Stowarzyszenie Duma i Nowoczesność powinno być zdelegalizowane - stwierdził w poniedziałek wiceminister sprawiedliwości Michał Woś. Według niego, materiał zaprezentowany w reportażu "jest na tyle jasny, że są ku temu podstawy".
"Superwizjer" TVN24 ujawnił w sobotę wyniki swego dziennikarskiego śledztwa dotyczącego działalności niektórych polskich środowisk narodowych, m.in. Stowarzyszenia "Duma i Nowoczesność".
Na nagraniach ukrytą kamerą są pokazane m.in. obchody 128. urodzin Adolfa Hitlera zorganizowane w 2017 r. w lesie nieopodal Wodzisławia Śląskiego. Materiał pokazuje m.in. rozwieszone na drzewach czerwone flagi ze swastykami i "ołtarzyk" ku czci Adolfa Hitlera z jego czarno-białą podobizną oraz wielką drewnianą swastyką nasączoną podpałką do grilla, która po zmroku zostaje podpalona. Widać też uczestników spotkania przebranych w mundury Wehrmachtu, wznoszenie toastów "za Adolfa Hitlera i naszą ojczyznę, ukochaną Polskę" i częstowanie tortem w kolorach flagi Trzeciej Rzeszy.

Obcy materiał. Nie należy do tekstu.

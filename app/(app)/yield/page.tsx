import { scopeOf } from '@/db/scope';
import type { Metadata } from 'next';
import { getDb } from '@/db/client';
import { getShopSettings } from '@/db/queries/shops';
import { listYieldLedger } from '@/db/queries/stock-yield';
import { YieldLedger } from '@/components/yield/yield-ledger';
import { EmptyState } from '@/components/ui/empty-state';
import { PageHeader } from '@/components/ui/page-header';
import { requirePageUser } from '@/server/auth/session';
import { shopDay } from '@/lib/dates/shop-time';
import { formatMoney } from '@/lib/money';
import { formatArea } from '@/lib/units/format-area';

export const metadata: Metadata = { title: 'Yield ledger' };

export default async function YieldPage() {
  const user = await requirePageUser('yield:read');
  const db = await getDb();
  const scope = scopeOf(db, user);
  const [settings, ledger] = await Promise.all([getShopSettings(scope), listYieldLedger(scope)]);
  return (
    <>
      <PageHeader
        title="Yield ledger"
        lead={`How much of the stock each finished plan turned into parts, what went back on the rack as offcuts, what the saw wasted (trim, kerf, scraps too small to keep), what was spoiled in parts damaged at the saw, and what the material cost. Dates are on the shop’s clock (${settings.timeZone.replace(/_/g, ' ')}).`}
      />
      {ledger.plans.length === 0 ? (
        <EmptyState title="No finished plans yet.">
          A plan’s yield, waste and material cost are recorded here when the cutter marks it done.
        </EmptyState>
      ) : (
        <YieldLedger
          ledger={ledger}
          money={(c) => formatMoney(c, settings.currency)}
          area={(a) => formatArea(a, settings.units)}
          day={(at) => shopDay(at, settings.timeZone)}
        />
      )}
    </>
  );
}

Odnosząc się do tej sprawy wiceminister sprawiedliwości powiedział w poniedziałek w Polsat News, że w jego opinii "+Duma i Nowoczesność+ powinna być zdelegalizowana". "Co więcej Prokuratura Krajowa już podjęła analizy, w jaki sposób doprowadzić do delegalizacji, czy są odpowiednie podstawy prawne" - dodał Woś.
Dopytywany, co mogłoby stanowić taką podstawę, Woś odparł: "podstawą przy delegalizacji jakichkolwiek organizacji jest ich działanie niezgodnie z prawem - i od tego są sądy, by to stwierdzić". Jak ocenił, materiał zaprezentowany w reportażu "Superwizjera" jest "na tyle jasny, że są ku temu podstawy".

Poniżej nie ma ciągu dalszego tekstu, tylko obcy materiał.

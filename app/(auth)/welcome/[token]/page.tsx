import type { Metadata } from 'next';
import { LinkPage } from '../../link-page';

export const metadata: Metadata = { title: 'Accept your invite', referrer: 'no-referrer' };

export default async function WelcomePage({ params }: { params: Promise<{ token: string }> }) {
  return <LinkPage purpose="invite" token={(await params).token} />;
}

Woś zaznaczył także, że w Polsce "propagowanie jakiegokolwiek ustroju totalitarnego - nazizmu, komunizmu i faszyzmu - jest ścigane i nie może być na to zgody". "Natomiast my w Ministerstwie Sprawiedliwości ogólnie uważamy, że należy zaostrzyć w Polsce prawo i pracujemy nad zaostrzeniem tego prawa, Kodeksu karnego ogólnie, za wzmocnioną polityką penalną państwa" - powiedział Woś.

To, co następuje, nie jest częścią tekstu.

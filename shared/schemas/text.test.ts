import { describe, expect, test } from 'vitest';
import fc from 'fast-check';
import { CONTROL_CHARACTER_MESSAGE, text } from './text';
import { teamMemberInputSchema } from './user';
import { partInputSchema } from './part';

// The control characters are Unicode's Cc category (C0 U+0000–U+001F, DEL U+007F, C1 U+0080–U+009F): the Unicode
// Standard, chapter 23.1; \p{Cc} below is the JavaScript engine's own table of it, a reference outside this code.
const isControl = (ch: string) => /\p{Cc}/u.test(ch);

describe('text()', () => {
  test('refuses NUL and other control characters with one field message', () => {
    for (const bad of ['a\u0000b', '\u0007bell', 'esc\u001b[31m', 'del\u007f', 'c1\u0085']) {
      const r = text({ max: 50 }).safeParse(bad);
      expect(r.success, JSON.stringify(bad)).toBe(false);
      expect(r.error?.issues.map((i) => i.message)).toEqual([CONTROL_CHARACTER_MESSAGE]);
    }
  });

  test('single-line text refuses line breaks and tabs inside; multi-line text keeps them', () => {
    expect(text().safeParse('two\nlines').success).toBe(false);
    expect(text({ multiline: true }).parse('two\nlines\tand a tab\r\n')).toBe('two\nlines\tand a tab');
    expect(text({ multiline: true }).safeParse('still no \u0000').success).toBe(false);
  });

  test('trims, then checks length; a lone surrogate is refused', () => {
    expect(text({ min: 1, max: 3 }).parse('  abc  ')).toBe('abc');
    expect(text({ min: 1, max: 3, minMessage: 'Name it.' }).safeParse('   ').error?.issues[0].message).toBe('Name it.');
    expect(text().safeParse('half \ud800 of a pair').success).toBe(false);
    expect(text().parse('a real pair 🪚')).toBe('a real pair 🪚');
  });

  test('property: a string is accepted (single line) exactly when it holds no Cc character (seeded)', () => {
    const seed = 20261203;
    console.log(`fast-check seed ${seed}`);
    fc.assert(
      fc.property(fc.string({ unit: 'grapheme', maxLength: 40 }), (s) => {
        const ok = text().safeParse(s).success;
        expect(ok).toBe(![...s.trim()].some(isControl));
      }),
      { seed, numRuns: 500 },
    );
  });
});

describe('fields that use it', () => {
  test('an e-mail with spaces around it is trimmed before it is checked', () => {
    const parsed = teamMemberInputSchema.parse({
      name: 'Tomas Reyes',
      email: '  Tomas@Larkspur.example ',
      role: 'cutter',
      password: 'a-long-enough-password',
    });
    expect(parsed.email).toBe('tomas@larkspur.example');
    expect(
      teamMemberInputSchema.safeParse({ name: 'T', email: 'not an address', role: 'cutter', password: 'a-long-enough-password' }).error?.issues[0]
        .message,
    ).toBe('Enter a valid e-mail address.');
  });

  test('a part length of 5e-324 mm (or anything under half a millimetre) is refused; 0.5 mm is taken', () => {
    const part = { label: 'Shim', quantity: 1, length: 5e-324, width: 20, thickness: 3, material: 'Maple' };
    expect(partInputSchema.safeParse(part).error?.issues.map((i) => i.message)).toEqual(['Length must be at least 0.5 mm.']);
    expect(partInputSchema.safeParse({ ...part, length: 0.49 }).success).toBe(false);
    expect(partInputSchema.parse({ ...part, length: 0.5 }).length).toBe(0.5);
  });
});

Jak dodał, "należy się także zastanowić, czy nie trzeba zaostrzyć prawa także w tym zakresie" dotyczącym działalności takich organizacji, jak "Duma i Nowoczesność" i czy "nie powinna być przewidziana mocniejsza kara". Wiceminister podkreślił, że "w przestrzeni publicznej nie ma miejsca na tego typu zachowania", ponieważ jest "zero tolerancji dla faszyzmu". "Aby czcić urodziny Hitlera trzeba mieć nierówno w głowie" - stwierdził Woś.
Śledztwo w sprawie ws. publicznego propagowania faszyzmu prowadzi Prokuratura Okręgowa w Gliwicach. Postępowanie zostało objęte zwierzchnim nadzorem przez Prokuraturę Krajową. Rzeczniczka prasowa PK prok. Ewa Bialik poinformowała, że na polecenie prokuratora generalnego Zbigniewa Ziobry, gliwicka prokuratura analizuje kwestię delegalizacji stowarzyszenia "Duma i Nowoczesność".
Delegalizacji tego stowarzyszenia domagali się w poniedziałek m.in. politycy PO i Nowoczesnej. W niedzielę premier Mateusz Morawiecki stwierdził, że "Propagowanie faszyzmu lub innych totalitaryzmów jest nie tylko niezgodne z polskim prawem. Jest przede wszystkim deptaniem pamięci naszych przodków i ich bohaterskiego wysiłku walki o Polskę sprawiedliwą i wolną od nienawiści. Nie ma przyzwolenia na tego typu zachowania i symbole". Z kolei "szybką i stanowczą" reakcję państwa wobec propagujących w Polsce faszyzm zapowiedział minister koordynator służb specjalnych Mariusz Kamiński.
W poniedziałek szef resortu spraw wewnętrznych Joachim Brudziński spotkał się z komendantem główny policji nadinsp. Jarosławem Szymczykiem oraz z Prokuratorem Krajowym Bogdanem Święczkowskim. Po spotkaniu poinformowano m.in., że prokuratura zleciła czynności Agencji Bezpieczeństwa Wewnętrznego, a szef MSWiA zobowiązał policję do wsparcia działań ABW i przekazywania wszelkich informacji w tej sprawie.